O’Neil then also moves to the “sell” portion of her speech, plugging Labor’s promise to build 1.2m homes, and their recent pledge to open up their 5% deposit scheme.
Housing debate begins at National Press Club
With housing now one of the biggest issues of the campaign, housing and shadow housing ministers Clare O’Neil and Michael Sukkar are going head to head on their respective policies in a debate at the national press club.
Sukkar starts with his opening address (after winning a coin toss). He says Australians have “witnessed one of the most catastrophic policy failures in a generation,” accusing Labour of building less and approving less homes.
He also accuses the government of running the “biggest migration program in a generation”.
There have been multiple fact checks on the impact that migration and international students have had on the housing crisis.
He then moves to sell his party’s policy:
Under the coalition, first-home buyers of new homes will be able to claim a tax deduction on mortgage interest for the first five years after purchasing their home. This is a monumental tilting of the scales in favour of first-home buyers.
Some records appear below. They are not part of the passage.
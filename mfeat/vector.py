"""From stacks of equal-sized images to rows of numbers: the loop over fields, levels, functionals.

Everything here works on whole stacks without Python code per pixel or per level, and gives each
image the same numbers in whatever stack it comes.
"""

import math
from collections.abc import Iterator
from typing import Any, NamedTuple

import numpy as np

from mfeat import _kernels
from mfeat._checks import read_only
from mfeat.basis import project
from mfeat.counts import (
    STATISTICS,
    index_stack,
    levels_from_top,
)
from mfeat.fields import GAIN, Field, derive, prepared
from mfeat.functionals import (
    anisotropy_of,
    area_of,
    contour_of,
    crossing_densities,
    euler_of,
    per_area,
    per_window,
)
from mfeat.levels import FieldStack, PlacedLevels, place_levels, sample_of
from mfeat.matching import mean_square_slopes, roughness
from mfeat.plan import DIRECTIONS, LENGTH_POWERS, VectorPlan, learned_key
from mfeat.smoothing import Smoothings, moments_of
from mfeat.stacks import Collected, Group, Stack, group_patches, valid_fractions

#: Derived fields of up to this many pixels are joined and worked on together.
JOIN_PIXELS = 1 << 15

#: Stands for the logarithm of the deviation of a field without relief: that of 1e-30.
LOG_OF_NOTHING = float(np.log(1e-30))

NO_WINDOW = "one of its fields has no window of four valid pixels"


def count_stack(
    fields: FieldStack, levels: PlacedLevels, missing: bool
) -> tuple[np.ndarray, np.ndarray]:
    """Index and count a stack of fields inside windows.

    Returns histograms over level indices (n, 8, T + 1) and the counting windows of each field (n,).
    """
    count, rows, cols = fields.values.shape
    index = index_stack(fields.values, levels.thresholds, levels.reach)
    table = np.zeros((count, len(STATISTICS), levels.thresholds.shape[1] + 1), dtype=np.int64)
    if not missing:
        _kernels.count_complete_stack(index, table)
        return table, np.full(count, (rows - 1) * (cols - 1))
    ok = np.empty((count, rows + 1, cols + 1), dtype=np.uint8)
    windows = np.array([_kernels.windows_ok(fields.valid[k], ok[k]) for k in range(count)])
    _kernels.count_stack(index, read_only(ok), table)
    return table, windows


def densities(plan: VectorPlan, table: np.ndarray, windows: np.ndarray) -> np.ndarray:
    """Return the level functionals of the plan, in order, as densities (functionals, ..., T).

    `table` (..., 8, T) holds counts and `windows` (...) the counting windows; NaN where there are
    none.
    """
    found = []
    names = plan.level_functionals()
    if "area" in names:
        found.append(per_window(area_of(table), windows))
    if "contour" in names:
        length = contour_of(table, plan.pitch, plan.contour_estimator)
        found.append(per_area(length, windows, plan.pitch))
    if "euler" in names:
        found.append(per_area(euler_of(table, plan.connectivity), windows, plan.pitch))
    if "anisotropy" in names:
        found.append(anisotropy_of(table, windows, plan.pitch))
    if plan.directional:
        directed = crossing_densities(table, windows, plan.pitch)
        found.extend(directed[name] for name in DIRECTIONS)
    return np.array(found).reshape(len(names), *table.shape[:-2], table.shape[-1])


class _Counted(NamedTuple):
    """One field of a stack of n images after counting: what its part of the vectors needs."""

    field: Field
    table: np.ndarray
    windows: np.ndarray
    mean: np.ndarray
    deviation: np.ndarray  # 0 where there is no relief
    length: np.ndarray  # correlation length; 1 where it is not asked for, a pixel without relief


def vectors(plan: VectorPlan, group: Group, stack: Stack) -> np.ndarray:
    """Return the feature vectors (n, features) of a stack of images, float64, as the plan says.

    An image in one of whose fields no window counts gets NaN for that field.
    """
    out = np.empty((len(stack.values), plan.length))
    pixels = pixels_of(plan, stack)
    _write_scale(plan, pixels, out)
    fields = derive(plan.fields, pixels, plan.scale_rule)
    alike: dict[Any, list[_Counted]] = {}
    for part in _joined(plan, group, fields):
        for one in _counted(plan, group, *part):
            column = plan.columns[one.field]
            for moment in plan.moments(one.field):
                number = one.mean if moment == "mean" else one.deviation
                out[:, column] = np.where(one.windows == 0, np.nan, number)
                column += 1
            levels = plan.level_values[one.field.name]
            # Hermite functions depend on where the levels are, not only on how many there are
            key = levels.tobytes() if plan.basis == "hermite" else len(levels)
            alike.setdefault(key, []).append(one)
    for some in alike.values():
        _write_curves(plan, some, out)
    return out


def _write_scale(plan: VectorPlan, pixels: Smoothings, out: np.ndarray) -> None:
    """Write the numbers that tell the scale of each image: logarithms, all at fixed Gaussians.

    The deviation at the first Gaussian is in the pixels' unit; the others, and gradients and
    curvatures, are divided by it. A contrast is the deviation as a share of the pixels' root mean
    square.
    """
    first, before = np.empty(0), None
    for column, (scale, name) in enumerate(plan.scale_features):
        if scale != before:
            sizes = roughness(pixels.at(scale), pixels.valid, pixels.pitch)
            # below its rounding error nothing is told from 0, at any gain
            errors = (GAIN[family] * pixels.error for family in ("smooth", "slope", "curvature"))
            steps = (1.0, min(pixels.pitch), min(pixels.pitch) ** 2)
            deviation, slope, curvature = (
                np.where(size <= error / step, 0.0, size)
                for size, error, step in zip(sizes, errors, steps, strict=True)
            )
            if before is None:
                first = deviation
            own = {"log_std": deviation, "log_slope": slope, "log_curvature": curvature}
            before = scale
        if name == "log_contrast":
            mean = moments_of(pixels.centred(), pixels.valid)[0] + pixels.offset
            number = _log_ratio(
                deviation, np.where(deviation > 0.0, np.hypot(deviation, mean), 1.0)
            )
        elif name == "log_std" and scale == plan.roughness[0]:
            number = _log(deviation)
        else:
            number = _log_ratio(own[name], first)
        out[:, column] = number


def _log(size: np.ndarray) -> np.ndarray:
    """Return logarithms, and `LOG_OF_NOTHING` of 0."""
    some = size > 0.0
    return np.where(some, np.log(np.where(some, size, 1.0)), LOG_OF_NOTHING)


def _log_ratio(size: np.ndarray, reference: np.ndarray) -> np.ndarray:
    """Return log(size / reference), which no gain changes, also where one of them is 0."""
    some, beside = size > 0.0, reference > 0.0
    one_sided = np.where(some, -LOG_OF_NOTHING, LOG_OF_NOTHING)
    return np.where(some == beside, _log(size) - _log(reference), one_sided)


def _counted(
    plan: VectorPlan, group: Group, names: list[Field], fields: FieldStack
) -> Iterator[_Counted]:
    """Place levels on fields, count, and yield the fields one by one."""
    count = len(fields.values) // len(names)
    own_levels = [plan.levels_of(field, group.channel_name) for field in names]
    values = own_levels[0]
    if any(other is not values for other in own_levels):
        values = np.repeat(np.stack(own_levels), count, axis=0)
    levels = place_levels(fields, plan.level_rule, values)
    table, windows = count_stack(fields, levels, not fields.valid.all())
    lengths = np.ones(len(windows))
    if plan.separate_scale:
        tau = mean_square_slopes(fields.centred, fields.valid, plan.pitch)
        tau[np.sqrt(tau) <= fields.rounding / min(plan.pitch)] = 0.0  # a checkerboard has none
        lengths = _correlation_lengths(fields.deviation, tau, math.sqrt(math.prod(plan.pitch)))
    for k, field in enumerate(names):
        own = slice(k * count, (k + 1) * count)
        mean = (fields.offset + fields.mean)[own]
        yield _Counted(field, table[own], windows[own], mean, fields.deviation[own], lengths[own])


def _correlation_lengths(deviation: np.ndarray, tau: np.ndarray, pixel: float) -> np.ndarray:
    """Return s / sqrt(tau), by which Gaussian theory scales curves; a pixel where one of them is 0.

    Sources: Rice (1944/45), Adler (1981), Tomita (1986): contour sqrt(tau)/(2 s) exp(-v^2/2), Euler
    number tau v/((2 pi)^1.5 s^2) exp(-v^2/2) at the level v in standard deviations.
    """
    defined = (deviation > 0.0) & (tau > 0.0)
    return np.where(defined, deviation, pixel) / np.sqrt(np.where(defined, tau, 1.0))


def _write_curves(plan: VectorPlan, done: list[_Counted], out: np.ndarray) -> None:
    """Write the curves of fields with equal numbers of levels; for "hermite", equal levels."""
    windows = np.stack([one.windows for one in done])
    table = levels_from_top(np.stack([one.table for one in done]))
    found = densities(plan, table, windows)  # (functional, field, image, level)
    if plan.separate_scale:
        length = np.stack([one.length for one in done])[:, :, None]
        for k, functional in enumerate(plan.level_functionals()):
            found[k] *= length ** LENGTH_POWERS.get(functional, 1)
    starts = [plan.columns[one.field] + len(plan.moments(one.field)) for one in done]
    column = 0
    for functional, curves in zip(plan.level_functionals(), found, strict=True):
        if plan.basis == "hermite":
            levels = plan.level_values[done[0].field.name]
            curves = project(functional, curves, levels, plan.terms[functional])
        width = curves.shape[-1]
        places = np.add.outer(starts, column + np.arange(width))
        out[:, places.ravel()] = curves.transpose(1, 0, 2).reshape(len(out), -1)
        column += width


def _joined(
    plan: VectorPlan, group: Group, fields: Iterator[tuple[Field, FieldStack]]
) -> Iterator[tuple[list[Field], FieldStack]]:
    """Yield the fields of a stack; few pixels of equal size and number of levels as one stack.

    It makes no difference to any value. For one patch, calls cost more than pixels, and this saves
    two calls of three.
    """
    alike: dict[tuple, list[tuple[Field, FieldStack]]] = {}
    for field, found in fields:
        if found.derived and found.values.size <= JOIN_PIXELS:
            number = len(plan.levels_of(field, group.channel_name))
            alike.setdefault((found.values.shape, number), []).append((field, found))
        else:
            yield [field], found
    for parts in alike.values():
        yield [field for field, _ in parts], FieldStack.join([found for _, found in parts])


def pixels_of(plan: VectorPlan, stack: Stack) -> Smoothings:
    """Return a stack of images, ready to have the fields of a plan derived."""
    return prepared(stack.values, stack.valid, plan.pitch, plan.scale_unit, plan.remove_tilt)


def refusals(stack: Stack, min_valid: float) -> dict[int, str]:
    """Return for each image with too few valid pixels its place in the group and the reason."""
    if stack.valid is None:
        return {}
    fractions = zip(stack.places, valid_fractions(stack.valid), strict=True)
    reasons = {int(place): refusal(fraction, min_valid) for place, fraction in fractions}
    return {place: reason for place, reason in reasons.items() if reason is not None}


def refusal(valid_fraction: float, min_valid: float) -> str | None:
    """Return why an image of a valid fraction is refused, or None if it is not."""
    if valid_fraction == 0.0:
        return "no window of four valid pixels"
    if valid_fraction < min_valid:
        return f"valid fraction {valid_fraction:.3g} < min_valid {min_valid:g}"
    return None


def rows_of(plan: VectorPlan, group: Group, min_valid: float) -> tuple[np.ndarray, dict[int, str]]:
    """Return the rows of a group of images, and by place the reason to refuse one.

    Raises
    ------
    ValueError
        If a number does not fit the output type.
    """
    rows = np.empty((len(group.images), plan.length), dtype=plan.dtype)
    refused: dict[int, str] = {}
    for stack in group.stacks():
        found = vectors(plan, group, stack)
        refused |= refusals(stack, min_valid)
        for place in stack.places[np.isnan(found).any(axis=1)].tolist():
            refused.setdefault(place, NO_WINDOW)
        if refused:
            found[np.isin(stack.places, list(refused))] = np.nan
        size = np.abs(found)
        limits = np.finfo(plan.dtype)
        fits = (size <= limits.max) & ((size >= limits.tiny) | (size == 0.0)) | np.isnan(size)
        if not fits.all():
            k, column = np.argwhere(~fits)[0]
            raise ValueError(
                f"{group.name(int(stack.places[k]))}: feature {plan.features()[column].name} is "
                f"{found[k, column]:.3g}, which {plan.dtype} cannot hold. Set no-data values to "
                'NaN, use another unit of the pixels or the pitch, or dtype="float64"'
            )
        rows[stack.places] = found
    return rows, refused


def samples_of(
    plan: VectorPlan, group: Group, options: tuple[int, float]
) -> tuple[dict[str, dict[int, np.ndarray]], dict[int, str]]:
    """Return samples of each field of the images of a group, from which levels are learned.

    `options` are the size of a sample and `min_valid`. Samples are by key of the learned levels and
    place in the group. Images that `rows_of` would refuse are not sampled; they are returned by
    place, with the reason.
    """
    size, min_valid = options
    pool: dict[str, dict[int, np.ndarray]] = {
        learned_key(field, group.channel_name): {} for field in plan.fields
    }
    refused: dict[int, str] = {}
    for stack in group.stacks():
        refused |= refusals(stack, min_valid)
        for field, fields in derive(plan.fields, pixels_of(plan, stack), plan.scale_rule):
            if stack.valid is not None:
                for place in stack.places[valid_fractions(fields.valid) == 0.0].tolist():
                    refused.setdefault(place, NO_WINDOW)
            samples = pool[learned_key(field, group.channel_name)]
            for k, place in enumerate(stack.places.tolist()):
                if place not in refused:
                    samples[place] = sample_of(fields, k, size)
    return pool, refused


def groups_of(plan: VectorPlan, patches: Collected) -> list[Group]:
    """Return the groups of patches, each large enough for every field of the plan."""
    groups = group_patches(patches, plan.table_size)
    for group in groups:
        try:
            plan.check_scales(group.images[0].shape)
        except ValueError as error:
            raise ValueError(f"{group.name(0)}: {error}") from None
    return groups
Report casts doubt over if Labor can achieve housing goals

Patrick Commins
New figures suggest achieving the Albanese government’s target of 1.2m new well-located homes over five years to mid-2029 is looking less and less likely.
To reach that goal, we would need to complete 240,000 homes a year, or 120,000 every six months.
Instead, over the first six months of Labor’s Housing Accord target, the ABS report shows just over 90,000 homes were built – or roughly 30,000 fewer than needed.
The building pipeline is not promising, either. In the six months to December, we started building about 86,000 homes – again well short of where we need to be.
The ABS data comes as Labor and the Coalition clash over competing visions on how to address the issue of chronically unaffordable housing.
Cameron Kusher, an independent property expert, said: “Whilst I never believed the target was going to be achievable, we’ve started off very slowly and are well behind the target already.”
With interest rates falling in 2025 we should see construction lift, but it remains difficult to see how the Housing Accord target is going to be met.